As far as I know, Swift currently lacks "internal mutability", so it has the interesting property that any borrowed value can be represented by the value's bytes without any indirection, as long as the function doesn't "act like" it owns the value. For example, passing an object value as borrowed would (as far as I know) pass a pointer to the object storage, not a pointer to a pointer to the object storage.
The association with the integer types doesn't seem quite as strong to me here as your other examples, since the atomic representation for UInt8 is usually going to be the atomic representation for all eight-bit trivial types, not only UInt8. It also seems to me that the proposal introduces the DoubleWord type primarily as a place to hang DoubleWord.AtomicRepresentation, and it wouldn't need to exist otherwise if you could refer to AtomicStorage64/128 independent of a type (though I could see wanting to have a portable AtomicStorageDoubleWord type to refer to the current target's double-word atomic storage type portably).

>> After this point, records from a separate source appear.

function notRunnable(unit: ReferenceMeasurement['unit'], what: string): ReferenceMeasurement {
  return { value: 0, unit, pass: false, marginToLimit: Number.NEGATIVE_INFINITY, runnable: false, conditions: `The engine does not start, so ${what} cannot be done on this car.` };
}

function batteryOcv(params: VehicleParams, faults: readonly Fault[], rules: PassRules): ReferenceMeasurement {
  const s = new Script(params, faults);
  s.leads('battery-pos', 'battery-neg').wait(1);
  s.pileCurrent(SURFACE_CHARGE_LOAD_A, params.pile.maxCurrentAAt12V);
  s.wait(SURFACE_CHARGE_LOAD_S - 0.8).pile(0).wait(OCV_REST_S);
  const v = s.read().voltmeterV ?? 0;
  return {
    value: v,
    unit: 'V',
    pass: v >= rules.socChargedMinV,
    marginToLimit: v - rules.socChargedMinV,
    runnable: true,
    conditions: `Key off, accessories off; surface charge removed with about ${SURFACE_CHARGE_LOAD_A} A for ${SURFACE_CHARGE_LOAD_S} s, then ${OCV_REST_S} s of rest; leads on the battery posts; pass at ${fmtV(rules.socChargedMinV)} or more.`,
  };
}

function batteryLoad(params: VehicleParams, faults: readonly Fault[], rules: PassRules): ReferenceMeasurement {
  const s = new Script(params, faults);
  const targetA = params.battery.cca / 2;
  const min = loadTestMinimumV(rules.batteryLoadMinV, params.battery.tempC);
  s.leads('battery-pos', 'battery-neg').wait(1);
  s.pileCurrent(SURFACE_CHARGE_BURST_A, params.pile.maxCurrentAAt12V);
  s.wait(SURFACE_CHARGE_BURST_S - 0.8).pile(0).wait(LOAD_TEST_WAIT_S);
  s.pileCurrent(targetA, params.pile.maxCurrentAAt12V);
  // pileCurrent took 0.8 s of the burst; hold the rest of the 15 s.
  s.wait(LOAD_TEST_S - 0.8);
  const r = s.read();
  s.pile(0);
  const v = r.voltmeterV ?? 0;
  return {
    value: v,
    unit: 'V',
    pass: v >= min,
    marginToLimit: v - min,
    runnable: true,
    conditions: `Engine off; surface charge removed (${SURFACE_CHARGE_BURST_A} A for ${SURFACE_CHARGE_BURST_S} s, then ${LOAD_TEST_WAIT_S} s); pile on the posts at half the CCA (${Math.round(targetA)} A; ${fmtA(r.pileA)} at the end) for ${LOAD_TEST_S} s, voltage at the posts at the end; pass at ${fmtV(min, 1)} or more at ${params.battery.tempC.toFixed(0)} °C.`,
  };
}

function regulatedVoltage(params: VehicleParams, faults: readonly Fault[], rules: PassRules): ReferenceMeasurement {
  const s = new Script(params, faults);
  s.leads('battery-pos', 'battery-neg').wait(0.2);
  if (!s.start().started) return notRunnable('V', 'the regulated-voltage test');
  s.wait(AFTER_START_IDLE_S).rpm(TEST_RPM).wait(REGULATED_SETTLE_S);
  const v = s.read().voltmeterV ?? 0;
  return {
    value: v,
    unit: 'V',
    pass: v >= rules.regulatedMinV && v <= rules.regulatedMaxV,
    marginToLimit: Math.min(v - rules.regulatedMinV, rules.regulatedMaxV - v),
    runnable: true,
    conditions: `Engine at ${TEST_RPM} rpm for ${REGULATED_SETTLE_S} s, accessories off, pile at zero, leads on the battery posts; pass from ${fmtV(rules.regulatedMinV, 1)} to ${fmtV(rules.regulatedMaxV, 1)}.`,
  };
}

function output(params: VehicleParams, faults: readonly Fault[], rules: PassRules): ReferenceMeasurement {
  const s = new Script(params, faults);
  s.leads('battery-pos', 'battery-neg').clampOnBplus();
  if (!s.start().started) return notRunnable('A', 'the output test');
  s.wait(AFTER_START_IDLE_S).rpm(TEST_RPM).wait(4);
  s.loadTo(rules.outputLoadedVoltageV);
  const r = s.read();
  s.pile(0);
  const a = r.clampA ?? 0;
  const mark = outputPassMarkA(rules.output, params.alternator.ratedCurrentA);
  return {
    value: a,
    unit: 'A',
    pass: a >= mark,
    marginToLimit: a - mark,
    runnable: true,
    conditions: `Engine at ${TEST_RPM} rpm, pile turned up until the battery reads about ${fmtV(rules.outputLoadedVoltageV, 1)} (${fmtV(r.voltmeterV)}), clamp zeroed in air and on the B+ cable toward the battery, the load held only long enough to read; pass at ${mark.toFixed(0)} A or more.`,
  };
}

function voltageDrop(params: VehicleParams, faults: readonly Fault[], rules: PassRules, side: 'positive' | 'ground'): ReferenceMeasurement {
  const s = new Script(params, faults);
  if (side === 'positive') s.leads('alt-bplus', 'battery-pos');
  else s.leads('battery-neg', 'alt-case');
  s.clampOnBplus();
  if (!s.start().started) return notRunnable('V', `the ${side === 'positive' ? 'positive-side' : 'ground-side'} voltage-drop test`);
  s.rpm(TEST_RPM).wait(SETTLED_AFTER_START_S);
  s.pileCurrent(DROP_TEST_A, params.pile.maxCurrentAAt12V);
  s.wait(1);
  const r = s.read();
  s.pile(0);
  const v = r.voltmeterV ?? 0;
  const max = side === 'positive' ? rules.maxDropPositiveV : rules.maxDropGroundV;
  const leads = side === 'positive' ? 'Red on the B+ stud, black on the battery positive post' : 'Red on the battery negative post, black on the alternator case';
  return {
    value: v,
    unit: 'V',
    pass: Math.abs(v) <= max,
    marginToLimit: max - Math.abs(v),
    runnable: true,
    conditions: `${leads}; engine at ${TEST_RPM} rpm, ${SETTLED_AFTER_START_S} s after the start, the pile on the posts drawing about ${DROP_TEST_A} A (${fmtA(r.pileA)}; ${fmtA(r.clampA)} on the B+ cable); pass at ${fmtV(max)} or less.`,
  };
}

I could imagine us eventually having type layout constraints that might allow this to be written more generically, saving the need to bitcast to an integer type as an intermediary:
extension AtomicStorage8 {
public init<T>(_ value: T) where T: BitwiseCopyable, MemoryLayout<T>.size == 1 { ... }
public consuming func dispose<T>() -> T where T: BitwiseCopyable, MemoryLayout<T>.size == 1 { ... }
}
Even though using a representative trivial type like IntNN is undoubtedly the easiest way to deliver this functionality in the near term, it doesn't strike me as being a fundamental tie to that representative type.
Internally, Swift has always had a distinction between types that don't ever need stable addresses and can always be passed around by registers, and types that need to have fixed addresses. This was necessary from the beginning for Objective-C interop because anything containing a weak reference needs to have a fixed memory location in order for the Objective-C runtime's weak reference table to point to it, and it's also necessary for C++ interop because C++ types can generally escape pointers to themselves whenever they want. Atomics internally use an attribute that also forces them into a "fixed address while being borrowed" state.
lorentey
(Karoy "Vector is not an Array type" Lorentey)
17
This would be nice. For compare-exchange operations to work correctly, we need fully defined bit patterns with no ambiguity, though. It isn't safe to assume that padding bits etc inside trivial types will always be consistently cleared, is it?
A boring way to reduce the coupling would be to just add multiple overloads for the signed/unsigned integer variants.
extension AtomicStorage8 {
public init(_ value: UInt8) { ... }
public init(_ value: Int8) { ... }
// Shame about the disambiguating argument...
public consuming func dispose(as type: UInt8.Type) -> UInt8 { ... }
public consuming func dispose(as type: Int8.Type) -> Int8 { ... }
}
Tangential, perhaps, but looking at the examples in the proposal I keep thinking "I wish the syntax were better", e.g.: instead of:
counter.wrappingIncrement(ordering: .relaxed)
…just:
counter &+= 1 (ordering: .relaxed)
It's much closer to the natural syntax for the non-atomic version (i.e. it only adds the ordering specifier, and even that could potentially be optional if a default ordering is declared in the Atomic API). It also reduces the [human] parser load by reusing the well-defined existing operator for this operation, rather than introducing a bespoke method.
Not a big deal, obviously, but I think worth mentioning.
What's the point of atomicMemoryFence(ordering: .relaxed)? According to the proposal that will have no effect. Can it be made impossible to express that command syntactically, if it serves no purpose?